Cuando se quiere dar una noticia, es importante usar el verbo correcto. Hoy todos los periódicos
de España hablan de la gran noticia que se produjo ayer. Me he detenido a
examinar los verbos que utilizan. Un medio habla de que el rey emérito Juan Carlos
abandona
España. Otro evita el verbo y se limita a decir que el rey emérito está fuera
de España. El más monárquico de todos se atreve a decir que ya
está en República Dominicana. Un diario catalán que yo sigo
regularmente matiza que Juan Carlos se
instala provisionalmente en República Dominicana. El francés Le
Figaro dice que el exrey español deja
España y aduce el motivo de la corrupción. También se apunta a un verbo neutro (salir)

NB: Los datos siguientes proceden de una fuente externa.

def _merge(edges_s: np.ndarray) -> np.ndarray:
    """Sort (K, 2) intervals and merge overlapping or touching ones."""
    if edges_s.shape[0] == 0:
        return edges_s.reshape(0, 2)
    order = np.lexsort((edges_s[:, 1], edges_s[:, 0]))
    starts, ends = edges_s[order, 0], edges_s[order, 1]
    reach = np.maximum.accumulate(ends)
    opens = np.ones(starts.size, dtype=bool)
    opens[1:] = starts[1:] > reach[:-1]
    first = np.flatnonzero(opens)
    return np.column_stack([starts[first], np.maximum.reduceat(ends, first)])


def window_intervals_mjd(avail: Availability, start_mjd: float, end_mjd: float,
                         tz: tzinfo | str) -> np.ndarray:
    """Availability as (K, 2) float MJD (UTC) ``[start, end)`` intervals within a period.

    Sorted; overlapping or touching windows merged; clipped to
    ``[start_mjd, end_mjd]``. ``tz`` is the site's zone (ZoneInfo or IANA name).
    ``ALWAYS`` gives the whole period. Edges are computed on whole UTC seconds,
    so touching windows merge exactly.
    """
    start_mjd, end_mjd = float(start_mjd), float(end_mjd)
    if not end_mjd > start_mjd:
        return np.empty((0, 2))
    if avail.is_always:
        return np.array([[start_mjd, end_mjd]])
    zone = _as_zone(tz)
    start_wall, end_wall = _local_wall(start_mjd, zone), _local_wall(end_mjd, zone)
    # Simple windows last at most 24 h, so one day earlier catches any that run into the period.
    first_day = start_wall.date() - timedelta(days=1)
    last_day = end_wall.date()
    anchor = datetime.combine(start_wall.date(), time())
    # A wall-time margin of a day covers occurrences that a fall-back hour reorders.
    stop = end_wall + timedelta(days=1)
    cache: dict = {}
    edges: list[tuple[int, int]] = []
    for rule in avail.rules:
        if isinstance(rule, WeeklyWindow):
            edges.extend(_weekly_edges_s(rule, first_day, last_day, zone, cache))
        else:
            edges.extend(_rrule_edges_s(rule, anchor, stop, zone))
    edges_s = np.array(edges, dtype=np.int64).reshape(-1, 2)
    edges_s = edges_s[edges_s[:, 1] > edges_s[:, 0]]  # a window wholly inside a gap vanishes
    merged_mjd = unix_to_mjd_utc(_merge(edges_s)).reshape(-1, 2)
    return clip_to_windows(start_mjd, end_mjd, merged_mjd)
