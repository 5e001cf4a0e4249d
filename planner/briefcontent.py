"""What an operator brief says: its content, built from a drift or survey plan.

The brief is a small tree (``Brief`` -> ``Section`` -> blocks: ``Paragraph``, ``Bullets``,
``Table``, ``Charts``, ``Figure``) made once per plan; ``planner.brief`` lays it out as HTML or
Markdown through the templates in ``planner/templates/``, so the two formats always say the
same. Pure: nothing here touches files or formats markup, and nothing computes astronomy beyond
reading the plan (the one conversion, where the band-centre spike lands, uses
``planner.spectral`` when an older plan lacks it). Strings stay plain text: the templates
escape every one of them.

Extension points (keep additions small and in their own builder functions):

* ``DRIFT_SECTIONS`` / ``SURVEY_SECTIONS``: the section builders of each kind of brief, in page
  order. A builder takes the plan document and returns a ``Section``, or None to leave it out.
* ``SAFETY_NOTES``: functions ``(doc) -> iterable of (lead, text)`` whose items are added to
  the "Safety first" cautions of every brief (after the plan's own ``warnings``).
* A plan's ``warnings`` list (either kind) is shown first, in the safety section.
"""
from __future__ import annotations

import math
from collections import Counter
from dataclasses import dataclass
from datetime import date, datetime, timedelta
from typing import Callable, ClassVar

from .errors import UserError
from .planfile import (DRIFT_SCHEMA, PLAN_SCHEMAS, SESSION_GAP_MIN, SURVEY_SCHEMA,  # noqa: F401
                       shown_span, survey_sessions)
from .spectral import radio_velocity_kms
from .windows import describe_window_texts


# Charts in the order they appear; other keys follow alphabetically.
CHART_CAPTIONS = {
    "month": "The month at a glance: when each passage happens and which ones to record.",
    "depth": "Integration depth per longitude bin, before and after this plan.",
    "survey": "The schedule: which position the dish points at, when, and its elevation.",
    "sky": "The visiting order on the sky.",
}

SKIP_REASONS = {
    "sun": "too near the Sun",
    "daylight": "in daylight",
    "outside windows": "outside your hours",
    "not wanted": "longitudes not needed",
}

MOUNT_TEXT = {
    "transit": "meridian transit mount (elevation set by hand; the dish stays parked)",
    "fixed": "fixed mount (the dish stays parked)",
    "altaz": "motorised alt-az mount",
}

# Safety cautions, as in the README's Safety section.
SAFETY = (
    ("The Sun.", "A dish pointed at or near the Sun focuses its heat on the feed and LNA: "
     "plastic feeds and covers can melt or catch fire, and a mesh dish can do this too. Never "
     "leave a dish parked where the Sun will cross the beam, and never look along the dish "
     "axis toward the Sun."),
    ("Roofs and masts.", "Working at height needs a second person, fall protection and a stable "
     "ladder or platform. Do not climb in wind, rain, ice or darkness."),
    ("Wind.", "A dish is a sail: stow it (face up or as its maker says) before strong wind; "
     "check the mount's fixings after storms."),
    ("Lightning.", "Ground the mount and feed-line properly and disconnect the receiver when "
     "storms are near. Never work on the antenna during a thunderstorm."),
    ("Mains power.", "Keep mains connections outdoors to weather-rated, residual-current-"
     "protected outlets, installed by a qualified person."),
    ("Receive only.", "1400–1427 MHz is a protected radio-astronomy band: never transmit in it. "
     "This plan is for receive-only observations."),
    ("Local rules win.", "Follow your local building, electrical and radio codes and licensed "
     "practice; where they say something different from this page, they win."),
)

# Practical steps when something goes wrong (common practice for volunteer-run dishes).
_RECEIVER_STEPS = (
    ("The receiver shows nothing (flat or empty spectrum).",
     "Check the LNA has power (bias-tee or supply switched on), the cables and connectors are "
     "tight and dry, the SDR is seen by the computer and is tuned to the day's centre "
     "frequency. Do not open a powered LNA or feed box in the rain."),
    ("Strong interference (spikes, a raised or jumping baseline).",
     "Keep recording unless it swamps the band, and write the local time and the frequency "
     "of the interference in the log. Never transmit anything to find the source."),
    ("The dish is stuck, makes odd noises or looks damaged.",
     "Stop. Do not force it and do not climb up alone. Switch off its power, tell the person "
     "in charge, and skip the plan until someone has checked it."),
    ("Weather warnings: strong wind, thunderstorms, ice.",
     "Stow the dish as its maker says, disconnect the receiver from the feed-line if lightning "
     "is near, and leave. The plan can wait; a missed day is only a gap in the log."),
)
GOES_WRONG_DRIFT = (
    ("You missed a re-park (the dish was not moved in its window).",
     "Skip that day's recordings: the beam points at the wrong declination, so the data would "
     "land on the wrong longitudes. Write the date and \"missed re-park\" in the observation "
     "log; the next plan will fill the gap."),
    ("A recording time has already passed.",
     "Skip it and note it in the log. Do not move the dish to catch up."),
) + _RECEIVER_STEPS
GOES_WRONG_SURVEY = (
    ("You missed a block, or the mount is late.",
     "Do not try to catch up: skip to the next block at its start time and note the missed "
     "one in the observation log."),
) + _RECEIVER_STEPS


# ------------------------------------------------------------------ content model

@dataclass(frozen=True)
class Paragraph:
    kind: ClassVar[str] = "paragraph"
    text: str
    style: str = ""            # "" | "note" | "warn"


@dataclass(frozen=True)
class Bullets:
    kind: ClassVar[str] = "bullets"
    items: tuple[tuple[str, str], ...]   # (bold lead, text)


@dataclass(frozen=True)
class Row:
    cells: tuple[tuple[str, ...], ...]   # each cell is a list of lines
    style: str = ""            # "" | "move" | "idle" | "warn" | "group" (one cell: a heading)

la edición en inglés de The New York Times. El británico The Guardian
prefiere decir que se
exilia. En esta misma
línea informa el italiano Corriere della Sera. Es evidente que Gabriel Rufián y yo no leemos
los mismos periódicos porque, según uno de sus tuits, toda la prensa extranjera
dice que el rey emérito ha huido del país. No quiero entrar ahora en el
significado de este hecho, sino en el tratamiento diverso que recibe por parte
de políticos, medios de comunicación social y ciudadanos. Las palabras que
usamos configuran el mundo en el que vivimos. Es obvio que no significa lo
mismo abandonar que dejar, exiliarse o huir.
No sé cómo
terminará esta historia, pero, de entrada, parece un maleficio histórico. ¿Por
qué es tan difícil que un rey acabe bien su reinado? Dejando a un lado las responsabilidades
de cada uno, quizá porque no hay sistemas de equilibrio y de control que eviten los excesos.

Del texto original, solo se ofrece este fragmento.